Cerebral visual impairment remains one of the most underdiagnosed and poorly measured conditions affecting children's development, yet until now clinical trials have lacked a standardized, psychometrically validated tool to capture how vision functions in real-world settings. That gap may be closing. A prospective longitudinal cohort study evaluated the CVI Range for Clinical Research (CVI Range-CR), a structured functional vision assessment designed specifically for integration into CVI clinical trials. Forty children with confirmed CVI underwent assessments at baseline and again at one year, with scoring performed by both in-person examiners and remote expert graders reviewing recorded sessions.

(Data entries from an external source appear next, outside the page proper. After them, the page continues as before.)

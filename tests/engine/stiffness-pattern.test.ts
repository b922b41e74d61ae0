import { describe, expect, it } from "vitest";
import type { ModelInput } from "@/lib/engine";
import { localStiffness, memberDofs, prepareMembers, rotationalStiffness } from "@/lib/engine/members";
import { assembleStiffness } from "@/lib/engine/stiffness";
import { buildDofMap } from "@/lib/engine/dofs";
import { toGlobalStiffness } from "@/lib/engine/elements";
import { SymmetricTripletBuilder, type SymmetricCsc } from "@/lib/engine/sparse";
import { validateModel } from "@/lib/engine/validate";
import { analyzeOrThrow, expectClose, seededRandom } from "./helpers";
import { randomFrame } from "./random-frames";
import { randomRichFrame } from "./random-rich-frames";

type Members = NonNullable<ModelInput["members"]>;

/**
 * The same frame with its members listed in a seeded random order, about a third of the unloaded ones drawn the
 * other way round, and the first and about a third of the others split into two parallel members of half the modulus each: the
 * second drawn the other way, with no density (self-weight) and no loads, listed at a random place. Stiffness is
 * linear in E, so K is the same matrix up to round-off; the fixed-end forces of a prismatic member do not depend
 * on E, so the loads are the same too.
 */
function shuffledWithParallels(model: ModelInput, seed: number): ModelInput {
  const rand = seededRandom(seed);
  const loaded = new Set(
    (model.loadCases ?? []).flatMap((c) => (c.loads ?? []).flatMap((l) => ("member" in l ? [l.member] : []))),
  );
  const out: Members = [];
  for (const [i, m] of (model.members ?? []).entries()) {
    const drawn = !loaded.has(m.id) && rand() < 0.35 ? { ...m, start: m.end, end: m.start, releases: flipped(m.releases) } : m;
    if (i === 0 || rand() < 0.35) {
      out.push({ ...drawn, E: m.E / 2 });
      const twin = {
        ...drawn,
        id: `${m.id}-twin`,
        E: m.E / 2,
        start: drawn.end,
        end: drawn.start,
        releases: flipped(drawn.releases),
      };
      delete twin.density;
      out.push(twin);
    } else out.push(drawn);
  }
  for (let i = out.length - 1; i > 0; i--) {
    const j = Math.floor(rand() * (i + 1));
    [out[i], out[j]] = [out[j], out[i]];
  }
  return { ...model, members: out };
}

function flipped(r: Members[number]["releases"]): Members[number]["releases"] {
  return r && { startMoment: r.endMoment, endMoment: r.startMoment };
}

/** K the plain way: every nonzero member entry and spring as a triplet, then sorted and summed. */
function tripletStiffness(model: ModelInput): { direct: SymmetricCsc; reference: SymmetricCsc } {
  const v = validateModel(model);
  if (!v.ok) throw new Error(JSON.stringify(v.errors));
  const members = prepareMembers(v);
  const dofs = buildDofMap(v.model, rotationalStiffness(v.model, members));
  const builder = new SymmetricTripletBuilder(dofs.nFree);
  const K = new Float64Array(36);
  for (const p of members) {
    toGlobalStiffness(localStiffness(p, new Float64Array(36)), p.frame.c, p.frame.s, K);
    const g = memberDofs(p);
    for (let a = 0; a < 6; a++) {
      for (let b = 0; b <= a; b++) {
        const ea = dofs.equation[g[a]];
        const eb = dofs.equation[g[b]];
        if (ea >= 0 && eb >= 0 && K[a * 6 + b] !== 0) builder.add(ea, eb, K[a * 6 + b]);
      }
    }
  }
  for (let e = 0; e < dofs.nFree; e++)
    if (dofs.spring[dofs.freeToGlobal[e]] !== 0) builder.add(e, e, dofs.spring[dofs.freeToGlobal[e]]);
  return { direct: assembleStiffness(members, dofs), reference: builder.toCsc() };
}

function expectSameMatrix(direct: SymmetricCsc, reference: SymmetricCsc): void {
  expect(direct.n).toBe(reference.n);
  expect(Array.from(direct.colPtr)).toEqual(Array.from(reference.colPtr));
  expect(Array.from(direct.rowIdx)).toEqual(Array.from(reference.rowIdx));
  const scale = Math.max(...Array.from(reference.values, Math.abs));
  reference.values.forEach((x, i) => expect(Math.abs(direct.values[i] - x)).toBeLessThanOrEqual(1e-14 * scale));
}

describe("direct CSC assembly of K", () => {
  it("gives the pattern and values of triplet assembly on random frames", () => {
    for (let seed = 1; seed <= 60; seed++) {
      const { direct, reference } = tripletStiffness(
        randomFrame(seed, { releases: seed % 2 === 0, unsupported: seed % 7 === 0 }),
      );
      expectSameMatrix(direct, reference);
    }
  });

  it("handles parallel members, members listed high node first, trusses, springs and restrained directions", () => {
    const model: ModelInput = {
      nodes: [
        { id: "A", x: 0, y: 0, support: { ux: "fixed", uy: "fixed", rz: { kind: "spring", stiffness: 5e6 } } },
        { id: "B", x: 4, y: 0, support: { uy: { kind: "spring", stiffness: 1e7 } } },
        { id: "C", x: 4, y: 3 },
        { id: "D", x: 0, y: 3, support: { ux: "fixed" } },
      ],
      members: [
        { id: "m1", start: "B", end: "A", E: 210e9, A: 1e-2, I: 1e-4 },
        { id: "m2", start: "A", end: "B", E: 70e9, A: 2e-3, I: 3e-5, releases: { startMoment: true } },
        { id: "m3", start: "C", end: "B", E: 210e9, A: 1e-2, I: 1e-4 },
        { id: "m4", start: "C", end: "D", E: 210e9, A: 1e-2, I: 1e-4 },
        { id: "m5", start: "A", end: "C", kind: "truss", E: 210e9, A: 5e-4 },
        { id: "m6", start: "D", end: "A", E: 210e9, A: 1e-2, I: 1e-4 },
      ],
    };
    const { direct, reference } = tripletStiffness(model);
    expectSameMatrix(direct, reference);
  });

  it("gives the triplet pattern for members in any order, drawn either way, with parallel members (random frames)", () => {
    for (let seed = 1; seed <= 40; seed++) {
      const base = randomFrame(seed, { releases: seed % 2 === 0 });
      const { direct, reference } = tripletStiffness(shuffledWithParallels(base, 1000 + seed));
      expectSameMatrix(direct, reference);
    }
  });
});

describe("member order and parallel members", () => {
  it("leave displacements and reactions unchanged (rich random frames; two halves of E in parallel are one member)", () => {
    // Stiffness k = E·(A/L, 12I/L³, …) is linear in E, so two parallel members with E/2 are the one member
    // (direct stiffness method, common practice); the solution may differ only by round-off.
    for (let seed = 1; seed <= 12; seed++) {
      const model = randomRichFrame(seed, { maxStoreys: 3, maxBays: 3 });
      const twin = shuffledWithParallels(model, 7000 + seed);
      expect(twin.members!.length).toBeGreaterThan(model.members!.length);
      const [a, b] = [analyzeOrThrow(model).loadCases.L, analyzeOrThrow(twin).loadCases.L];
      const scale = (v: Float64Array, rotations: boolean) =>
        Math.max(
          ...Array.from(v)
            .filter((_, i) => (i % 3 === 2) === rotations)
            .map(Math.abs),
        );
      for (const [x, y] of [
        [b.displacements, a.displacements],
        [b.reactions, a.reactions],
      ] as const) {
        const [tScale, rScale] = [scale(y, false), scale(y, true)];
        expect(tScale).toBeGreaterThan(0);
        y.forEach((v, i) => expectClose(x[i], v, 1e-9, i % 3 === 2 ? rScale + tScale : tScale));
      }
    }
  });
});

The tool employs two distinct scoring methods — Across-CVI Characteristics and Within-CVI Characteristics — each producing scores on a 0-to-10 scale. Interrater reliability between trained graders was assessed using intraclass correlation coefficients, while intrarater reliability was tested by having the same remote examiner score a video subset twice. Validity was examined by correlating CVI Range-CR scores against a six-level Visual Behavior Scale administered by a pediatric neuro-ophthalmologist, using Spearman's correlation. Internal consistency was evaluated via McDonald's omega.
The significance of this work extends well beyond measurement science. CVI is now widely recognized as the leading cause of childhood visual impairment in high-income countries, yet it remains systematically overlooked because it does not originate in the eye itself but in cortical and subcortical visual processing pathways. Most existing visual acuity tests fail to capture the complex, context-dependent vision problems these children experience. A reliable, remotely scorable instrument could dramatically accelerate intervention research by enabling multicenter trials with consistent outcome measurement. The one-year longitudinal component also hints at the tool's sensitivity to change over time — a critical property for any clinical trial endpoint. Key limitations include the modest cohort of 40 participants and the absence of a healthy control comparison. Whether the CVI Range-CR can detect treatment-related change, beyond natural developmental progression, remains to be demonstrated in larger, controlled trials.